Reduce metric noise before blaming the skill
A common failure mode is chasing random variance. If results fluctuate, improve the benchmark setup:
- run multiple trials
- use medians
- isolate background processes
- warm caches consistently
- fix input datasets
Better measurement often improves the skill more than changing prompts.
Narrow the search space early
If autoresearch roams too widely, constrain it. Ask it to start in one subsystem, one hotspot, or one class of changes. Broad search sounds powerful, but narrower search usually yields better, reviewable gains.
Tell the skill what must never change
Many poor outcomes come from missing guardrails. State non-negotiables such as:
- API compatibility
- test suite pass requirements
- dependency freeze
- memory ceilings
- style or security restrictions
This helps the agent reject locally good but globally bad changes.
Ask for experiment logging, not just final code
To get more value from the autoresearch guide workflow, ask the agent to summarize:
- each attempted change
- measured result
- keep/discard decision
- reason for rejection
This makes iteration auditable and helps you spot patterns in failed attempts.

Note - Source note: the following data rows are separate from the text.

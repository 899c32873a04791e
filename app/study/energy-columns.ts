import type { LevelResult, PointResult, SpinName, StateSymmetry } from '#engine';

/** The energy of one state of one level at one point. */
export interface EnergyEntry {
  /** hartree; the last value of the iteration where it did not converge */
  readonly energy: number;
  readonly converged: boolean;
  /** energy minus the RHF energy; lowest states of correlated levels only */
  readonly correlation?: number;
  readonly spin?: SpinName;
  readonly symmetry?: StateSymmetry;
}

/** One energy that a study gives at every point: the lowest state of a level, or a further one. */
export interface EnergyColumn {
  /** as in the header of tables: `RHF`, `CIS singlet 1`, `FCI state 2` */
  readonly label: string;
  /** what it shares with others of its kind: `RHF`, `CIS singlets`, `FCI, higher states` */
  readonly family: string;
  readonly level: string;
  readonly isExcited: boolean;
  /** undefined where the level has no number at that point */
  readonly entryAt: (point: PointResult) => EnergyEntry | undefined;
}

/** What is needed of results; a computation under way has it too. */
export interface EnergyTable {
  readonly study: { readonly levels: readonly string[] };
  readonly points: readonly PointResult[];
}

/**
 * The energies of a study in the order of tables: every level in study order (CIS, which has no ground state
 * of its own, as its singlets and triplets), then the further states of correlated levels.
 */
export function energyColumns(results: EnergyTable): readonly EnergyColumn[] {
  const { levels } = results.study;
  return [
    ...levels.flatMap((level) => (level === 'CIS' ? singlesColumns(results, level) : [lowestState(level)])),
    ...levels.flatMap((level) => furtherStates(results, level)),
  ];
}

function lowestState(level: string): EnergyColumn {
  return {
    label: level,
    family: level,
    level,
    isExcited: false,
    entryAt: ({ levels }) => {
      const result = levels[level];
      if (result?.kind === 'hartreeFock') return { energy: result.energy, converged: result.converged };
      if (result?.kind === 'perturbation') {
        const { energy, converged, correlation } = result;
        return { energy, converged, correlation };
      }
      if (result?.kind !== 'correlated') return undefined;
      const { energy, converged, correlation, spin, symmetry } = result;
      return { energy, converged, correlation, spin, ...(symmetry && { symmetry }) };
    },
  };
}

function singlesColumns(results: EnergyTable, level: string): EnergyColumn[] {
  return (['singlet', 'triplet'] as const).flatMap((spin) => {
    const ofSpin = (result: LevelResult | undefined) =>
      result?.kind === 'singles' ? result.states.filter((state) => state.spin === spin) : [];
    const count = Math.max(0, ...results.points.map(({ levels }) => ofSpin(levels[level]).length));
    return Array.from({ length: count }, (_, index) => ({
      label: `${level} ${spin} ${index + 1}`,
      family: `${level} ${spin}s`,
      level,
      isExcited: true,
      entryAt: ({ levels }: PointResult) => stateEntry(levels[level], ofSpin(levels[level])[index]),
    }));
  });
}

function furtherStates(results: EnergyTable, level: string): EnergyColumn[] {
  const statesOf = (result: LevelResult | undefined) => (result?.kind === 'correlated' ? result.states : []);
  const count = Math.max(0, ...results.points.map(({ levels }) => statesOf(levels[level]).length));
  return Array.from({ length: Math.max(0, count - 1) }, (_, index) => ({
    label: `${level} state ${index + 2}`,
    family: `${level}, higher states`,
    level,
    isExcited: true,
    entryAt: ({ levels }) => stateEntry(levels[level], statesOf(levels[level])[index + 1]),
  }));
}

function stateEntry(
  result: LevelResult | undefined,
  state: { readonly energy: number; readonly spin: SpinName; readonly symmetry?: StateSymmetry } | undefined,
): EnergyEntry | undefined {
  if (!result || !state) return undefined;
  const { energy, spin, symmetry } = state;
  return { energy, converged: result.converged, spin, ...(symmetry && { symmetry }) };
}
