import { expect, it } from 'vitest';
import { cheapestAssignment } from '../../../engine/linear-algebra/assignment';
import { seededRandom } from '../../support/random';

const permutations = (n: number): number[][] =>
  n === 0
    ? [[]]
    : permutations(n - 1).flatMap((shorter) =>
        Array.from({ length: n }, (_, place) => shorter.toSpliced(place, 0, n - 1)),
      );

const total = (costs: Float64Array, columnOf: ArrayLike<number>): number =>
  Array.from(columnOf).reduce((sum, column, row) => sum + costs[row * columnOf.length + column]!, 0);

it.each([1, 2, 3, 5, 7])('independent: the cheapest of all permutations of %i', (n) => {
  const random = seededRandom(20 + n);
  const all = permutations(n);
  for (let trial = 0; trial < 20; trial++) {
    const costs = Float64Array.from({ length: n * n }, () => 3 * random() - 1);
    const columnOf = cheapestAssignment(costs, n);
    expect([...columnOf].sort((a, b) => a - b)).toEqual(Array.from({ length: n }, (_, i) => i));
    const cheapest = Math.min(...all.map((permutation) => total(costs, permutation)));
    expect(total(costs, columnOf)).toBeCloseTo(cheapest, 12);
  }
});

it('identity: costs hidden in sums of row and column numbers leave the planted assignment the cheapest, at size 100', () => {
  const n = 100;
  const random = seededRandom(7);
  const rows = Float64Array.from({ length: n }, () => 10 * random());
  const columns = Float64Array.from({ length: n }, () => 10 * random());
  const planted = Array.from({ length: n }, (_, row) => (37 * row + 11) % n);
  const costs = Float64Array.from({ length: n * n }, (_, k) => {
    const row = Math.floor(k / n);
    const column = k % n;
    return rows[row]! + columns[column]! + (planted[row] === column ? 0 : 0.01 + random());
  });
  expect([...cheapestAssignment(costs, n)]).toEqual(planted);
});

it('identity: nothing to place', () => {
  expect(cheapestAssignment(new Float64Array(0), 0)).toHaveLength(0);
});
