import type { LevelFindings, MeasuredConstant, MeasuredQuantity, StudyResults } from '#engine';
import {
  DALTON_IN_ELECTRON_MASSES,
  FORCE_CONSTANT_IN_NEWTON_PER_METRE,
  HARTREE_IN_EV,
  HARTREE_IN_WAVENUMBERS,
} from '../../engine/constants';

/** A constant of a diatomic molecule, of every level that has it, beside its measured value. */
export interface ComparedConstant {
  readonly symbol: string;
  readonly name: string;
  readonly unit: 'Å' | 'cm⁻¹' | 'eV' | 'N/m';
  /** decimals to be printed */
  readonly decimals: number;
  readonly byLevel: ReadonlyMap<string, number>;
  /** of the ground state, in `unit`; absent where none is known */
  readonly measured?: MeasuredValue;
  /** why there is none, where measured constants of this molecule are on file */
  readonly whyNotMeasured?: string;
}

export interface MeasuredValue {
  readonly value: number;
  /** with the digits, and the uncertainty, of the print; a converted or derived value rounded as computed ones are */
  readonly text: string;
  /** all of them in one text */
  readonly source: string;
  readonly sources: readonly string[];
  /** the number was recalled and has not been compared with the source */
  readonly isRecalled: boolean;
  /** of what measured constants it was worked out, where it is not measured itself */
  readonly workedOutFrom?: string;
}

type MeasuredGround = ReadonlyMap<MeasuredQuantity, MeasuredConstant>;

type Kind = Pick<ComparedConstant, 'symbol' | 'name' | 'unit' | 'decimals'> & {
  readonly quantity?: MeasuredQuantity;
  /** how it follows from what is measured, where it is no measured quantity itself */
  readonly workOut?: (ground: MeasuredGround, reducedMassDalton: number) => WorkedOut | string;
  readonly of: (findings: LevelFindings) => number | undefined;
};

interface WorkedOut {
  readonly value: number;
  readonly constants: readonly MeasuredConstant[];
  /** `ωₑ` */
  readonly from: string;
}

const KINDS: readonly Kind[] = [
  {
    symbol: 'rₑ',
    name: 'equilibrium distance',
    unit: 'Å',
    decimals: 5,
    quantity: 'equilibriumDistance',
    of: ({ constants }) => constants?.equilibriumDistanceAngstrom.value,
  },
  {
    symbol: 'ωₑ',
    name: 'harmonic wavenumber',
    unit: 'cm⁻¹',
    decimals: 2,
    quantity: 'harmonicWavenumber',
    of: ({ constants }) => constants?.diatomic?.harmonicWavenumberPerCm.value,
  },
  {
    symbol: 'ωₑxₑ',
    name: 'anharmonicity',
    unit: 'cm⁻¹',
    decimals: 2,
    quantity: 'anharmonicity',
    of: ({ constants }) => constants?.diatomic?.anharmonicityPerCm.value,
  },
  {
    symbol: 'Bₑ',
    name: 'rotational constant',
    unit: 'cm⁻¹',
    decimals: 4,
    quantity: 'rotationalConstant',
    of: ({ constants }) => constants?.diatomic?.rotationalConstantPerCm.value,
  },
  {
    symbol: 'αₑ',
    name: 'vibration–rotation coupling',
    unit: 'cm⁻¹',
    decimals: 4,
    quantity: 'vibrationRotationCoupling',
    of: ({ constants }) => constants?.diatomic?.vibrationRotationCouplingPerCm.value,
  },
  {
    symbol: 'D̄ₑ',
    name: 'centrifugal distortion',
    unit: 'cm⁻¹',
    decimals: 6,
    quantity: 'centrifugalDistortion',
    of: ({ constants }) => constants?.diatomic?.centrifugalDistortionPerCm.value,
  },
  {
    symbol: 'k',
    name: 'force constant',
    unit: 'N/m',
    decimals: 1,
    workOut: forceConstantFrom,
    of: ({ constants }) => constants?.forceConstantNewtonPerMetre.value,
  },
  {
    symbol: 'G(0)',
    name: 'zero-point energy',
    unit: 'cm⁻¹',
    decimals: 2,
    quantity: 'zeroPointEnergy',
    of: ({ vibration }) => (vibration?.kind === 'found' ? vibration.zeroPointPerCm : undefined),
  },
  {
    symbol: 'ΔG(½)',
    name: 'first vibrational interval',
    unit: 'cm⁻¹',
    decimals: 2,
    quantity: 'firstInterval',
    of: ({ vibration }) => {
      if (vibration?.kind !== 'found') return undefined;
      const [lowest, first] = vibration.levels;
      return lowest && first && first.energyPerCm - lowest.energyPerCm;
    },
  },
  {
    symbol: 'B₀',
    name: 'rotational constant of the lowest level',
    unit: 'cm⁻¹',
    decimals: 4,
    quantity: 'lowestRotationalConstant',
    of: ({ vibration }) =>
      vibration?.kind === 'found' ? vibration.levels[0]?.rotationalConstantPerCm : undefined,
  },
  {
    symbol: 'Dₑ',
    name: 'well depth',
    unit: 'eV',
    decimals: 4,
    workOut: wellDepthFrom,
    of: ({ wellDepth }) => wellDepth && wellDepth.value * HARTREE_IN_EV,
  },
  {
    symbol: 'D₀',
    name: 'dissociation energy from the lowest level',
    unit: 'eV',
    decimals: 4,
    quantity: 'dissociationEnergy',
    of: ({ vibration }) =>
      vibration?.kind === 'found' && vibration.d0 !== undefined ? vibration.d0 * HARTREE_IN_EV : undefined,
  },
];

const MEGAHERTZ_IN_WAVENUMBERS = 1 / 29979.2458;
const EV_IN_WAVENUMBERS = HARTREE_IN_WAVENUMBERS / HARTREE_IN_EV;

/** The constants that any level has; empty where no minimum was found. */
export function comparedConstants({ study, findings, measured }: StudyResults): readonly ComparedConstant[] {
  const withConstants = study.levels.flatMap((level) => findings[level]?.constants ?? []);
  if (withConstants.length === 0) return [];
  const reducedMassDalton = withConstants.find(({ diatomic }) => diatomic)?.diatomic?.reducedMassDalton;
  const constants = measured?.find(({ isGroundState }) => isGroundState)?.constants ?? [];
  // of two sources of one quantity the first named is the better one
  const ground: MeasuredGround = new Map(constants.map((one) => [one.quantity, one] as const).reverse());
  return KINDS.flatMap((kind): ComparedConstant[] => {
    const { symbol, name, unit, decimals } = kind;
    const byLevel = new Map(
      study.levels.flatMap((level) => {
        const value = findings[level] && kind.of(findings[level]);
        return value === undefined ? [] : [[level, value] as const];
      }),
    );
    if (byLevel.size === 0) return [];
    const beside = ground.size === 0 ? undefined : measuredValue(kind, ground, reducedMassDalton);
    return [
      {
        ...{ symbol, name, unit, decimals, byLevel },
        ...(typeof beside === 'string' && { whyNotMeasured: beside }),
        ...(typeof beside === 'object' && { measured: beside }),
      },
    ];
  });
}

/** The measured value, or why there is none. */
function measuredValue(
  { quantity, workOut, unit, decimals }: Kind,
  ground: MeasuredGround,
  reducedMassDalton: number | undefined,
): MeasuredValue | string {
  const known = quantity && ground.get(quantity);
  const value = known && inUnit(known, unit);
  if (known && value !== undefined) {
    const { source, status, printed } = known;
    const isPlain = known.unit === unit && !/e/i.test(printed);
    const text = isPlain ? printed.replace(/[[\]]/g, '') : rounded(value, decimals);
    return { value, text, source, sources: [source], isRecalled: status === 'memory' };
  }
  if (!workOut) return 'no value on file';
  if (reducedMassDalton === undefined) return 'no value on file to work it out from';
  const found = workOut(ground, reducedMassDalton);
  if (typeof found === 'string') return found;
  const sources = [...new Set(found.constants.map(({ source }) => source))];
  return {
    value: found.value,
    text: rounded(found.value, decimals),
    source: sources.join('; '),
    sources,
    isRecalled: found.constants.some(({ status }) => status === 'memory'),
    workedOutFrom: found.from,
  };
}

const rounded = (value: number, decimals: number): string => String(Number(value.toFixed(decimals)));

/** k = μ(2πcωₑ)²: not measured by itself, but the same statement as ωₑ. */
function forceConstantFrom(ground: MeasuredGround, reducedMassDalton: number): WorkedOut | string {
  const harmonic = ground.get('harmonicWavenumber');
  if (!harmonic) return 'not measured by itself, and no ωₑ on file that it follows from';
  const frequency = (inUnit(harmonic, 'cm⁻¹') ?? Number.NaN) / HARTREE_IN_WAVENUMBERS;
  const value =
    reducedMassDalton * DALTON_IN_ELECTRON_MASSES * frequency ** 2 * FORCE_CONSTANT_IN_NEWTON_PER_METRE;
  return { value, constants: [harmonic], from: 'ωₑ' };
}

/** Dₑ = D₀ + G(0): the depth of a curve cannot be measured, D₀ can. */
function wellDepthFrom(ground: MeasuredGround): WorkedOut | string {
  const dissociation = ground.get('dissociationEnergy');
  if (!dissociation) return 'not measured by itself, and no D₀ on file that it follows from';
  const zeroPoint = ground.get('zeroPointEnergy');
  const harmonic = ground.get('harmonicWavenumber');
  const anharmonicity = ground.get('anharmonicity');
  const depth = (zeroPointPerCm: number) =>
    (inUnit(dissociation, 'eV') ?? Number.NaN) + zeroPointPerCm / EV_IN_WAVENUMBERS;
  if (zeroPoint) {
    const value = depth(inUnit(zeroPoint, 'cm⁻¹') ?? Number.NaN);
    return { value, constants: [dissociation, zeroPoint], from: 'D₀ + G(0)' };
  }
  if (!harmonic || !anharmonicity)
    return 'not measured by itself, and no zero-point energy on file to add to D₀';
  const zeroPointPerCm =
    (inUnit(harmonic, 'cm⁻¹') ?? Number.NaN) / 2 - (inUnit(anharmonicity, 'cm⁻¹') ?? Number.NaN) / 4;
  return {
    value: depth(zeroPointPerCm),
    constants: [dissociation, harmonic, anharmonicity],
    from: 'D₀ + ωₑ/2 − ωₑxₑ/4',
  };
}

function inUnit({ value, unit }: MeasuredConstant, wanted: ComparedConstant['unit']): number | undefined {
  if (unit === wanted) return value;
  const wavenumber = {
    'cm⁻¹': value,
    MHz: value * MEGAHERTZ_IN_WAVENUMBERS,
    eV: value * EV_IN_WAVENUMBERS,
    Å: undefined,
  }[unit];
  if (wavenumber === undefined) return undefined;
  if (wanted === 'cm⁻¹') return wavenumber;
  return wanted === 'eV' ? wavenumber / EV_IN_WAVENUMBERS : undefined;
}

Iterate on prompts after the first run
If the first run disappoints, do not just rerun unchanged. Improve one of:
- the metric
- the allowed scope
- the stop rule
- the benchmark command
- the explicit hypotheses to test
Example:
On the next autoresearch run, focus only on allocation reduction in
src/parser, ignore stylistic refactors, and compare median time across 7 runs.
That kind of refinement changes behavior materially.
Know the most common misfire patterns
Watch for:
- optimizing the wrong metric
- regressions hidden by weak tests
- too-large code changes per iteration
- benchmark commands that are slow or flaky
- stopping too early after one apparent win
These are usually setup problems, not proof that autoresearch is ineffective.
Review winners independently before merging
Even when autoresearch for Workflow Automation finds an improvement, validate it outside the loop:
- rerun the benchmark yourself
- run a broader test suite
- inspect maintainability tradeoffs
- confirm the gain matters in production terms
The skill is strongest at discovering candidates. Final acceptance should still be deliberate.